### WHAT IS BEING ASKED
Up to and including the line with "for (std::uint32_t m", output the records exactly as they appear.

### PROVIDED RECORDS
+++

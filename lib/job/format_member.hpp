// SPDX-License-Identifier: MIT
#pragma once

#include "format.hpp"

namespace bismar::detail {

/// "member" of a part: length, shapes, stock, load cases, details.
[[nodiscard]] Format member_format();

}  // namespace bismar::detail
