// SPDX-License-Identifier: MIT
// Decisions on stock: which sizes of which lists, in which materials, hold under every load case.
#include "inputs.hpp"
#include "sizing/enumeration.hpp"
#include "sizing/stock_solver.hpp"

#include <benchmark/benchmark.h>

#include <bismar/mechanics/separable_bound.hpp>
#include <bismar/solver/separable.hpp>

#include <algorithm>
#include <bit>
#include <cstdint>
#include <optional>
#include <string>
#include <utility>
#include <vector>

namespace bismar::benchmarks {

namespace {

/// A strut that is also bent, in several load cases: buckling curves, bending with compression,
/// walls, deflection.
Part bent_strut() {
  Part part;
  part.name = "bent strut";
  part.quantity = 60.0;
  part.body.length = 1.8;
  part.body.stock = {"all"};
  part.body.load_cases = {pinned_pinned({axial(-50e3)}, "closing"),
                          pinned_pinned({axial(-20e3), force(-600.0, 0.9)}, "knocked"),
                          pinned_pinned({axial(15e3), force(-900.0, 0.6)}, "lifted"),
                          pinned_pinned({force(-1500.0, 0.9)}, "stood on")};
  part.limits.deflection = 9e-3;
  return part;
}

/// All candidates of a part out of stock that can be decided, made ready.
struct Ready {
  Part part;
  Settings settings;
  SizingProblem problem{part, starter(), settings};
  std::vector<std::size_t> groups;
  std::size_t sizes = 0;

  explicit Ready(Part of) : part(std::move(of)) {
    Enumeration enumeration(part, starter());
    for (std::uint32_t m = 0; m < starter().materials.size(); ++m) {
      for (Candidate candidate : enumeration.of(m).candidates) {
        if (candidate.stock == Candidate::none) {
          continue;
        }
        candidate.material = m;
        const auto& compiled = problem.add(candidate);
        if (compiled.undecided.empty() && compiled.undecided_limits.empty() &&
            !compiled.pieces.empty()) {
          groups.push_back(problem.groups() - 1);
          sizes += compiled.pieces.size();
        } else {
          problem.remove_last();
        }
      }
    }
  }
};

const Ready& bent_struts() {
  static const Ready made(bent_strut());
  return made;
}

const Ready& levers() {
  static const Ready made(wide_lever_with_stock());
  return made;
}

void report(benchmark::State& state, double decisions, std::size_t size, double sum) {
  state.counters["n"] = decisions;
  state.counters["size"] = static_cast<double>(size);
  state.counters["checksum"] = sum;
  state.counters["decisions"] = benchmark::Counter(
      decisions * static_cast<double>(state.iterations()), benchmark::Counter::kIsRate);
}

bool same(const GroupSolution& a, const GroupSolution& b) {
  const auto equal = [](const GroupSolution::Point& p, const GroupSolution::Point& q) {
    return p.x == q.x && p.objectives == q.objectives && p.utilisations == q.utilisations;
  };
  return std::equal(a.points.begin(), a.points.end(), b.points.begin(), b.points.end(), equal) &&
         a.excluded_by == b.excluded_by && a.least_utilisation == b.least_utilisation &&
         a.clash_falling == b.clash_falling && a.clash_rising == b.clash_rising;
}

/// Every candidate, by the walk through every size or by the stock solver, its demands included.
void solve_all(benchmark::State& state, const Ready& (*make)(), bool quick) {
  const Ready& ready = make();
  std::vector<GroupSolution> solutions(ready.groups.size());
  for (auto _ : state) {
    const StockSolver solver(ready.problem);
    for (std::size_t i = 0; i < ready.groups.size(); ++i) {
      solutions[i] =
          quick ? solver.solve(ready.groups[i]) : solve_exact(ready.problem, ready.groups[i]);
    }
    benchmark::DoNotOptimize(solutions.data());
  }
  std::vector<double> masses;
  for (std::size_t i = 0; i < ready.groups.size(); ++i) {
    if (quick && !same(solutions[i], solve_exact(ready.problem, ready.groups[i]))) {
      state.SkipWithError("the stock solver differs from the walk through every size");
      return;
    }
    for (const auto& point : solutions[i].points) {
      masses.push_back(point.objectives[0]);
    }
  }
  report(state,
         static_cast<double>(ready.sizes * ready.part.body.load_cases.size()),
         masses.size(),
         checksum(masses));
}

/// Demands of all stock sizes under eight load cases of a beam, and the capacities of all materials
/// that are held against yield.
struct Separable {
  Part part;
  Settings settings;
  std::vector<const SectionProperties*> sections;
  std::size_t load_cases = 8;
  std::size_t materials = 0;
  DemandTable table{0, 0};
  std::vector<double> capacities;

  Separable() {
    part = wide_lever();
    part.limits.twist = 0.02;
    part.body.load_cases.clear();
    for (std::size_t c = 0; c < load_cases; ++c) {
      const double load = 200.0 * static_cast<double>(c + 1);
      part.body.load_cases.push_back(cantilever({force(load, 0.3), torque(20.0 + load / 50.0, 0.3)},
                                                "case " + std::to_string(c)));
    }
    for (const auto& list : starter().stock) {
      if (list.sheet) {
        continue;
      }
      for (const auto& item : list.items) {
        sections.push_back(&item.section);
      }
    }
    SizingProblem problem(part, starter(), settings);
    const std::vector<const LimitState*> states = {
        limit_state("yield"), limit_state("deflection"), limit_state("twist")};
    table = DemandTable(states.size() * load_cases, sections.size());
    for (std::size_t i = 0; i < states.size(); ++i) {
      for (std::size_t c = 0; c < load_cases; ++c) {
        for (std::size_t s = 0; s < sections.size(); ++s) {
          double demand = 0.0;
          std::vector<double> all(states[i]->separable()->terms());
          states[i]->separable()->demands(
              {*sections[s], problem.effects()[c], problem.member_limits(), part.body.length}, all);
          demand = *std::max_element(all.begin(), all.end());
          table.set(i * load_cases + c, s, demand);
        }
      }
    }
    for (std::size_t m = 0; m < starter().materials.size(); ++m) {
      const auto& member = problem.states(m).front().cases.front().member;
      if (member.rule == StressRule::von_mises_yield && member.sigma_y && member.E && member.G) {
        ++materials;
        for (const double capacity : {*member.sigma_y / 1.5, *member.E, *member.G}) {
          capacities.insert(capacities.end(), load_cases, capacity);
        }
      }
    }
  }
};

const Separable& separable_tables() {
  static const Separable made;
  return made;
}

/// As one would write it: a quotient a condition, until one exceeds 1.
void quotients(const Separable& one, std::vector<std::uint64_t>& words) {
  const std::size_t conditions = one.table.conditions();
  std::fill(words.begin(), words.end(), 0);
  for (std::size_t m = 0; m < one.materials; ++m) {
    for (std::size_t s = 0; s < one.table.sizes(); ++s) {
      const auto block = one.table.demands_of_block(s / DemandTable::block);
      for (std::size_t k = 0; k < conditions; ++k) {
        if (block[k * DemandTable::block + s % DemandTable::block] /
                one.capacities[m * conditions + k] >
            1.0) {
          words[m * one.table.blocks() + s / DemandTable::block] |= std::uint64_t{1}
                                                                    << (s % DemandTable::block);
          break;
        }
      }
    }
  }
}

void decide_separable(benchmark::State& state, std::optional<SimdPath> path, bool plain) {
  const Separable& one = separable_tables();
  std::vector<std::uint64_t> words(one.materials * one.table.blocks());
  if (path) {
    const auto paths = simd_paths();
    if (std::find(paths.begin(), paths.end(), *path) == paths.end()) {
      state.SkipWithError("this processor does not have these instructions");
      return;
    }
  }
  for (auto _ : state) {
    if (plain) {
      quotients(one, words);
    } else {
      mark_exceeding(one.table, one.capacities, words, path);
    }
    benchmark::DoNotOptimize(words.data());
  }
  std::vector<std::uint64_t> wanted(words.size());
  quotients(one, wanted);
  if (words != wanted) {
    state.SkipWithError("comparisons and quotients decide differently");
    return;
  }
  std::size_t feasible = one.materials * one.table.sizes();
  double sum = 0.0;
  for (std::size_t i = 0; i < words.size(); ++i) {
    feasible -= static_cast<std::size_t>(std::popcount(words[i]));
    sum += static_cast<double>(words[i] % 1000003) * static_cast<double>(i % 1000 + 1);
  }
  report(state,
         static_cast<double>(one.materials * one.table.sizes() * one.load_cases),
         feasible,
         sum);
}

BENCHMARK_CAPTURE(solve_all, general, bent_struts, true)
    ->Name("stock/general")
    ->Unit(benchmark::kMillisecond);
BENCHMARK_CAPTURE(solve_all, plain, bent_struts, false)
    ->Name("stock/plain")
    ->Unit(benchmark::kMillisecond);
BENCHMARK_CAPTURE(solve_all, lever, levers, true)
    ->Name("stock/lever")
    ->Unit(benchmark::kMillisecond);
BENCHMARK_CAPTURE(solve_all, lever_plain, levers, false)
    ->Name("stock/lever_plain")
    ->Unit(benchmark::kMillisecond);
BENCHMARK_CAPTURE(decide_separable, fastest, std::nullopt, false)
    ->Name("stock/separable")
    ->Unit(benchmark::kMicrosecond);
BENCHMARK_CAPTURE(decide_separable, generic, SimdPath::generic, false)
    ->Name("stock/separable_generic")
    ->Unit(benchmark::kMicrosecond);
BENCHMARK_CAPTURE(decide_separable, quotients, std::nullopt, true)
    ->Name("stock/separable_quotients")
    ->Unit(benchmark::kMicrosecond);

}  // namespace

}  // namespace bismar::benchmarks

+++

### RESPONSE AREA
filename lib/job/format_member.hpp
// SPDX-License-Identifier: MIT
#pragma once

#include "format.hpp"

namespace bismar::detail {

/// "member" of a part: length, shapes, stock, load cases, details.
[[nodiscard]] Format member_format();

}  // namespace bismar::detail
// SPDX-License-Identifier: MIT
// Decisions on stock: which sizes of which lists, in which materials, hold under every load case.
#include "inputs.hpp"
#include "sizing/enumeration.hpp"
#include "sizing/stock_solver.hpp"

#include <benchmark/benchmark.h>

#include <bismar/mechanics/separable_bound.hpp>
#include <bismar/solver/separable.hpp>

#include <algorithm>
#include <bit>
#include <cstdint>
#include <optional>
#include <string>
#include <utility>
#include <vector>

namespace bismar::benchmarks {

namespace {

/// A strut that is also bent, in several load cases: buckling curves, bending with compression,
/// walls, deflection.
Part bent_strut() {
  Part part;
  part.name = "bent strut";
  part.quantity = 60.0;
  part.body.length = 1.8;
  part.body.stock = {"all"};
  part.body.load_cases = {pinned_pinned({axial(-50e3)}, "closing"),
                          pinned_pinned({axial(-20e3), force(-600.0, 0.9)}, "knocked"),
                          pinned_pinned({axial(15e3), force(-900.0, 0.6)}, "lifted"),
                          pinned_pinned({force(-1500.0, 0.9)}, "stood on")};
  part.limits.deflection = 9e-3;
  return part;
}

/// All candidates of a part out of stock that can be decided, made ready.
struct Ready {
  Part part;
  Settings settings;
  SizingProblem problem{part, starter(), settings};
  std::vector<std::size_t> groups;
  std::size_t sizes = 0;

  explicit Ready(Part of) : part(std::move(of)) {
    Enumeration enumeration(part, starter());
    for (std::uint32_t m = 0; m < starter().materials.size(); ++m) {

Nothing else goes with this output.